Saturday 3 April 2010

le deuxième sexe

Ekşi Sözlük'teki "kadınlığını kullanamamış kadınlar" başlığını gördüm biraz önce.

Aşağıda da başlıktan 2 entry görmektesiniz:

7. efenim bir de şu okulu bitireyim, şu doktorayı yapayım, şu master da bitsin ondan sonra mantığı ile kariyerinden başka herşeyi geride bırakarak zirveye ulaşan bayanlar vardır. zirveye vardıklarında bir de farkederlerki yaşları 40ı geçmiş ve kadınlıklarını zirvede yaşayacakları zamanları kariyer peşinde harcamışlardır. otomatikman etraftaki bekar, yaşı yaşına ve huyu huyuna uygun olan sosyo kültürel seviyesi yüksek erkek konsantrasyonu da zaten dip yapmıştır. es kaza kafaya ve mantığa uygun bir erkek bulunupta evlenip çocuk yapıncaya kadar da zaten kapıya menapoz çilesi dayanır. bir ömür böyle yiter gider işte. bekar, kariyerli, kültürlü ve bir o kadar da yalnız kadınlar çoğalır toplumda.
(matrixx, 03.04.2010 15:32)

8. düzenin düzdüğü kadınlar.
(gloomystorm, 03.04.2010 15:36)

-Bir kere o başlık neden "kullanmamak" değil de "kullanamamak"? (Self-cevap: Çünkü erkek egemen, misogyny diz boyu bir ülke Türkiye.) Oradaki -amamak gayet kullanmamanın kötü, tercih edilmeyen bir eylem olduğunu ima ediyor.
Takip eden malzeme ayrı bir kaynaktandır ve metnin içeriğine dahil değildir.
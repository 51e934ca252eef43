/** Opens a charge segment of a job under a quote: uses the quote up, holds the cap, writes the plan of batches. */
import { Batch, Job, Quote, Segment } from '@db/models/jobs.ts';
import { planBatches } from '@/domain/jobs/plan-batches.ts';
import { looksBetween } from '@/domain/jobs/precision.ts';
import { pointsOf } from '@/domain/jobs/sweep.ts';
import { limits } from '@/domain/limits.ts';
import { creditsText } from '@/domain/pricing/credits-text.ts';
import { accept, refuse, type Result } from '@/domain/refusals.ts';
import { nowText } from '../clock.ts';
import { newId } from '../ids.ts';
import { checkBudgets } from '../budgets/check-budgets.ts';
import { checkTokenCap } from '../budgets/check-token-cap.ts';
import { holdCredits } from '../ledger/hold-credits.ts';
import { Op } from 'sequelize';

/** The quote when it can still be launched by this team, in the order in which refusals take precedence. */
export async function findOpenQuote(options: { teamId: string; quoteId: string }): Promise<Result<Quote>> {
  const quote = await Quote.findOne({ where: { id: options.quoteId, teamId: options.teamId } });
  if (!quote)
    return refuse('not_found', 'There is no such quote in this team.', {
      errors: [{ path: 'quoteId', code: 'not_found', message: 'Unknown quote.' }],
    });
  if (quote.usedByJobId) return refuse('quote_used', 'A job was launched with this quote already. Ask for a new one.');
  if (quote.expiresAt <= nowText())
    return refuse('quote_expired', `This quote was good for ${limits.quoteMinutes} minutes. Ask for a new one.`);
  return accept(quote);
}

/** The cap asked for, or the quote's upper estimate; refused below what 30 replicates may need. */
export function capOf(quote: Quote, asked: number | undefined): Result<number> {
  const cap = asked ?? quote.highMicrocredits;
  if (cap > limits.integer) return refuse('invalid_input', 'A cap of so many credits cannot be held.');
  if (cap >= quote.leastCapMicrocredits) return accept(cap);
  return refuse(
    'cap_too_low',
    `A cap must cover the upper estimate of ${limits.capReplicatesMinimum} replicates (or of all, when fewer): ` +
      `${creditsText(quote.leastCapMicrocredits)}. Fewer would support no error bars. Nothing was started.`,
    { errors: [{ path: 'capMicrocredits', code: 'too_small', message: `At least ${quote.leastCapMicrocredits}.` }] },
  );
}

export async function checkOpenJobs(teamId: string): Promise<Result<null>> {
  const open = await Job.count({ where: { teamId, state: { [Op.in]: ['queued', 'running'] } } });
  return open < limits.openJobsPerTeam
    ? accept(null)
    : refuse(
        'too_many_jobs',
        `A team may have ${limits.openJobsPerTeam} open jobs. Wait for one to end, or cancel one.`,
      );
}

/** Inside a write transaction; a refusal must undo it (the caller returns it). `job` has been written. */
export async function openSegment(options: {
  job: Job;
  quote: Quote;
  userId: string;
  /** Of an actor that came with one. */
  tokenId: string | null;
  capMicrocredits: number;
  /** The first replicate of the segment. */
  firstReplicate: number;
  gridPoints: number;
  observables: number;
}): Promise<Result<Segment>> {
  const { job, quote, userId, tokenId, capMicrocredits, firstReplicate } = options;
  const byToken = await checkTokenCap({ tokenId, capMicrocredits });
  if (!byToken.ok) return byToken;
  const within = await checkBudgets({ teamId: job.teamId, projectCodeId: job.projectCodeId, capMicrocredits });
  if (!within.ok) return within;
  const segmentId = newId('segment');
  const held = await holdCredits({
    teamId: job.teamId,
    jobId: job.id,
    segmentId,
    amountMicrocredits: capMicrocredits,
    userId,
  });
  if (!held.ok) return held;
  const lastSegment = await Segment.max<number, Segment>('ordinal', { where: { jobId: job.id } });
  const lastBatch = await Batch.max<number, Batch>('ordinal', { where: { jobId: job.id } });
  const segment = await Segment.create({
    id: segmentId,
    jobId: job.id,
    ordinal: (lastSegment ?? -1) + 1,
    quoteId: quote.id,
    userId,
    tokenId,
    priceBookId: quote.priceBookId,
    microcreditsPerMillionEvents: quote.microcreditsPerMillionEvents,
    firstReplicate,
    replicateCount: quote.inputs.replicates,
    capMicrocredits,
    events: 0,
    chargedMicrocredits: 0,
  });
  await writePlan({ ...options, segment, firstOrdinal: (lastBatch ?? -1) + 1 });
  await quote.update({ usedByJobId: job.id });
  return accept(segment);
}

async function writePlan(options: {
  job: Job;
  quote: Quote;
  segment: Segment;
  firstOrdinal: number;
  gridPoints: number;
  observables: number;
}): Promise<void> {
  const { job, quote, segment, firstOrdinal, gridPoints, observables } = options;
  const planned = planBatches({
    firstReplicate: segment.firstReplicate,
    replicates: segment.replicateCount,
    eventsPerReplicate: quote.eventsPerReplicate,
    gridPoints,
    observables,
    points: pointsOf(job.inputs),
    firstOrdinal,
    endsAt: quote.inputs.stopping ? looksBetween(segment.firstReplicate, segment.replicateCount) : [],
  });
  const rows = planned.map((batch) => ({
    ...batch,
    point: 0,
    id: newId('batch'),
    jobId: job.id,
    segmentId: segment.id,
    state: 'planned' as const,
    completeReplicates: 0,
    events: 0,
    absorbedEvents: 0,
    seconds: 0,
  }));
  // One statement of 20,000 rows would be longer than SQLite reads.
  for (let start = 0; start < rows.length; start += 500) await Batch.bulkCreate(rows.slice(start, start + 500));
}
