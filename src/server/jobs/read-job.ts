/** Reads one job as it stands. */
import type { JobDocument } from '@/contracts/jobs.ts';
import { accept, type Result } from '@/domain/refusals.ts';
import type { Actor } from '@/domain/teams/actor.ts';
import { authorise } from '../teams/authorise.ts';
import { findJob } from './find-job.ts';
import { presentJob } from './present-job.ts';

export async function readJob(options: {
  actor: Actor;
  team: string;
  job: string;
}): Promise<Result<{ job: JobDocument }>> {
  const authorised = await authorise({ actor: options.actor, team: options.team, permission: 'jobs:read' });
  if (!authorised.ok) return authorised;
  const job = await findJob({ teamId: authorised.value.team.id, job: options.job });
  return job.ok ? accept({ job: await presentJob(job.value) }) : job;
}
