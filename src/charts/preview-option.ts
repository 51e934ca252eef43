/** A glance at a model while it is written: a few traces of one observable and the rate equation's curve. */
import type { EChartsOption } from 'echarts';
import type { FigureTable } from './figure-table.ts';
import { frame, timeTitle } from './frame.ts';
import { countText, numberText } from './number-text.ts';
import type { ChartTheme } from './palette.ts';

export interface PreviewFigure {
  title: string;
  times: readonly number[];
  timeUnit?: string | undefined;
  /** One row per replicate, on the times. */
  traces: readonly ArrayLike<number>[];
  meanField: readonly number[] | null;
}

export function previewOption({ title, times, timeUnit, traces, meanField }: PreviewFigure, theme: ChartTheme) {
  const line = (values: ArrayLike<number>) => times.map((time, index) => [time, values[index]!]);
  const base = frame(theme, {
    x: { title: timeTitle(timeUnit), min: times[0]!, max: times.at(-1)! },
    y: { title },
    labels: false,
  });
  return {
    ...base,
    tooltip: {
      ...base.tooltip,
      formatter: (items: unknown) => {
        const at = (items as { dataIndex: number }[])[0]?.dataIndex;
        if (at === undefined) return '';
        const values = traces.map((values) => values[at]!);
        return [
          `at ${numberText(times[at]!, 4)}${timeUnit ? ` ${timeUnit}` : ''}`,
          `${countText(values.length)} traces: ${numberText(Math.min(...values), 5)} – ${numberText(Math.max(...values), 5)}`,
          ...(meanField ? [`rate equation ${numberText(meanField[at]!, 5)}`] : []),
        ].join('\n');
      },
    },
    series: [
      ...traces.map((values, replicate) => ({
        type: 'line',
        name: `replicate ${countText(replicate)}`,
        step: 'end',
        showSymbol: false,
        silent: true,
        lineStyle: { color: theme.bromo, width: 1, opacity: 0.45 },
        itemStyle: { color: theme.bromo },
        data: line(values),
      })),
      ...(meanField
        ? [
            {
              type: 'line',
              name: 'rate equation',
              showSymbol: false,
              silent: true,
              z: 3,
              lineStyle: { color: theme.methyl, width: 2, type: [6, 4] },
              itemStyle: { color: theme.methyl },
              data: line(meanField),
            },
          ]
        : []),
    ],
  } as EChartsOption;
}

export function previewTable({ title, times, timeUnit, traces, meanField }: PreviewFigure): FigureTable {
  return {
    caption: `${title}: ${traces.length} preview traces`,
    columns: [
      timeTitle(timeUnit),
      ...(meanField ? ['rate equation'] : []),
      ...traces.map((_, replicate) => `replicate ${replicate}`),
    ],
    rows: times.map((time, at) => [
      time,
      ...(meanField ? [meanField[at]!] : []),
      ...traces.map((values) => values[at]!),
    ]),
  };
}
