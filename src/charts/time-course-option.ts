/** The time course of one observable: mean with its error, quantile fan, and sample traces where wished. */
import type { EChartsOption } from 'echarts';
import type { EnsembleStatistics } from '@/engine/ensemble.ts';
import type { FigureTable } from './figure-table.ts';
import { bandSeries, frame, labelSeries, timeTitle, type DirectLabel } from './frame.ts';
import { countText, numberText, valueWithError } from './number-text.ts';
import type { ChartTheme } from './palette.ts';

/** What figures of means need to know of an observable. */
export type DrawnObservable = Pick<
  EnsembleStatistics['observables'][number],
  'id' | 'mean' | 'meanStandardError' | 'sd' | 'sdStandardError' | 'quantiles'
> & { name?: string | undefined };

export interface TimeCourse {
  times: readonly number[];
  timeUnit?: string | undefined;
  observable: DrawnObservable;
  replicates: number;
  /** Bands between the 5 and 95 % and the 25 and 75 % quantiles. */
  fan: boolean;
  /** Values of one kept trace each, on the same times. */
  traces: readonly { replicate: number; values: readonly number[] }[];
  /** The solution of the rate equations on the same times, where it is to be shown. */
  meanField?: readonly number[] | undefined;
}

const last = <T>(list: readonly T[]): T => list[list.length - 1]!;

export const observableTitle = ({ id, name }: { id: string; name?: string | undefined }): string =>
  name === undefined || name === '' ? id : name;

/** The figure. Assumes at least one time; quantiles that are absent leave their band out. */
export function timeCourseOption(course: TimeCourse, theme: ChartTheme): EChartsOption {
  const { times, observable, fan } = course;
  const { mean, meanStandardError, quantiles } = observable;
  const end = last(times);
  const labels: DirectLabel[] = [{ x: end, y: last(mean), text: 'mean ± SE', color: theme.bromo }];
  if (course.meanField) labels.push({ x: end, y: last(course.meanField), text: 'rate equation', color: theme.methyl });
  const series: object[] = [];

  const band = (name: string, low: string, high: string, opacity: number) => {
    const [lower, upper] = [quantiles[low], quantiles[high]];
    if (lower === undefined || upper === undefined) return;
    series.push(bandSeries({ name, xs: times, low: lower, high: upper, color: theme.bromo, opacity }));
    labels.push({ x: end, y: last(upper), text: name, color: theme.soft });
  };
  if (fan) {
    band('5–95 %', '0.05', '0.95', 0.14);
    band('25–75 %', '0.25', '0.75', 0.16);
  }
  for (const { replicate, values } of course.traces) {
    series.push({
      type: 'line',
      name: `replicate ${countText(replicate)}`,
      step: 'end',
      showSymbol: false,
      silent: true,
      z: 2,
      tooltip: { show: false },
      lineStyle: { color: theme.bromo, width: 1, opacity: 0.35 },
      data: times.map((time, index) => [time, values[index]!]),
    });
  }
  series.push(
    bandSeries({
      name: '± SE',
      xs: times,
      low: mean.map((value, index) => value - meanStandardError[index]!),
      high: mean.map((value, index) => value + meanStandardError[index]!),
      color: theme.bromo,
      opacity: 0.45,
    }),
    {
      type: 'line',
      name: 'mean',
      showSymbol: times.length === 1,
      z: 4,
      lineStyle: { color: theme.bromo, width: 2.25 },
      itemStyle: { color: theme.bromo },
      data: times.map((time, index) => [time, mean[index]!]),
    },
    ...meanFieldSeries(course, theme),
    labelSeries(labels, theme),
  );

  const base = frame(theme, {
    x: { title: timeTitle(course.timeUnit), min: times[0]!, max: end },
    y: { title: `${observableTitle(observable)}, count` },
    labels: true,
  });
  return {
    ...base,
    tooltip: { ...base.tooltip, formatter: readout(course) },
    series: series as NonNullable<EChartsOption['series']>,
  } as EChartsOption;
}

/** Dashed and in the colour of approximations; a time without a value leaves a gap. */
const meanFieldSeries = ({ times, meanField }: TimeCourse, theme: ChartTheme): object[] =>
  meanField === undefined
    ? []
    : [
        {
          type: 'line',
          name: 'rate equation',
          showSymbol: false,
          z: 3,
          tooltip: { show: false },
          lineStyle: { color: theme.methyl, width: 2, type: [6, 4] },
          itemStyle: { color: theme.methyl },
          data: times.map((time, index) => [time, meanField[index] ?? NaN]),
        },
      ];

/** What the pointer reads at a time: the mean with its error and the fan's values. */
function readout({ times, timeUnit, observable, replicates, meanField }: TimeCourse) {
  return (items: unknown): string => {
    const [first] = items as { dataIndex: number }[];
    if (first === undefined) return '';
    const at = first.dataIndex;
    const { value, error } = valueWithError(observable.mean[at]!, observable.meanStandardError[at]!);
    const quantile = (probability: string) => numberText(observable.quantiles[probability]?.[at] ?? NaN, 6);
    return [
      `at ${numberText(times[at]!, 6)}${timeUnit ? ` ${timeUnit}` : ''}`,
      `mean ${value} ± ${error}`,
      `5–95 %  ${quantile('0.05')} – ${quantile('0.95')}`,
      ...(meanField ? [`rate equation ${numberText(meanField[at] ?? NaN, 5)}`] : []),
      `from ${countText(replicates)} replicates`,
    ].join('\n');
  };
}

/** The same data as a table: one row per grid time. */
export function timeCourseTable(course: TimeCourse): FigureTable {
  const { times, observable, replicates, timeUnit, traces, meanField } = course;
  const probabilities = Object.keys(observable.quantiles).sort((a, b) => Number(a) - Number(b));
  return {
    caption: `${observableTitle(observable)} over time, from ${countText(replicates)} replicates`,
    columns: [
      timeTitle(timeUnit),
      'mean',
      'standard error of the mean',
      'SD',
      'standard error of the SD',
      ...probabilities.map((probability) => `quantile ${probability}`),
      ...(meanField ? ['rate equation'] : []),
      ...traces.map(({ replicate }) => `replicate ${replicate}`),
    ],
    rows: times.map((time, index) => [
      time,
      observable.mean[index]!,
      observable.meanStandardError[index]!,
      observable.sd[index]!,
      observable.sdStandardError[index]!,
      ...probabilities.map((probability) => observable.quantiles[probability]![index]!),
      ...(meanField ? [meanField[index] ?? NaN] : []),
      ...traces.map(({ values }) => values[index]!),
    ]),
  };
}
Kadın illa "kadınlığını" kullanmak zorunda mı? "Kadınlık" nedir bir kere? Cinsel cazibesini kullanarak kendini güçlü hissetmek midir? Ben bunu yapmıyorum diye "kadın" değil miyim? Böyle salak şeyleri nerelerinden çıkarıyor insanlar?

-7. entry konusunda ne desem bilemedim. Böyle zihniyetler beni çok sinirlendiriyor kesinlikle. Neymiş, mastermış doktoraymış derken kadınlar koca fırsatını kaçırıyorlarmış. Kadının hayatının yegane amacı koca bulmak zaten. Bunu yapmayarak geçen hayatlar "bir ömür böyle yiter gider" kapsamına alınıyormuş. (Bir de kendimi tutamayarak ekliyorum ki "menapoz" menopoz diye, "bulunupta" bulunup da diye ve ki de ayrı yazılır.)

Bu "kariyerli, kültürlü, ve bir o kadar da yalnız kadın" stereotipi nedense kadının-yeri-evdedir'ciler tarafından çok karşımıza çıkarılıyor. Herhalde böyle olayları dramatize ederek kadının bağımsızlığının kötü bir şey olduğuna bizi inandıracaklarını sanıyorlar. Kadının kariyer yapmasının özel hayatını feda etmesini gerektirdiği gibi salak bir önyargı yaratılıyor kafamızda (sanki kariyer yapan erkekler için aynı şey geçerli değilmiş gibi). Kadınlar çocuklarını kreş, anaokulu, bebek bakıcısı vs. yerlere teslim etmek için "Ama çok çalışıyorum" gibi bir bahaneleri olmak zorunda hissettiriliyorlar. Geçin bence bunları. Her kadın evlenmek isteyecek, çocuk isteyecek, maternal dürtü sahibi olacak ya da çocuğuna %100 kendisi bakmamak için geçerli bir bahanesi olmak zorunda gibi bir şey yok. Ben ne evlenmek istiyorum, ne de çocuk sahibi olmak; olsam da çocuğuma benden çok bakıcılar bakar herhalde, kesinlikle sürekli bir başkasına bakmakla uğraşamam ve "annesel"liğin A'sı yok ruhumda. Bunda da en ufak bir anormallik görmüyorum. Hayatın amacı uygun eşi bulmak ve üremek değil.

-8. entry konusunda ne desem bilemedim. Böyle insanlar o kelimeleri kullandıkları ağızlarıyla annelerini nasıl öpüyorlar merak ediyorum.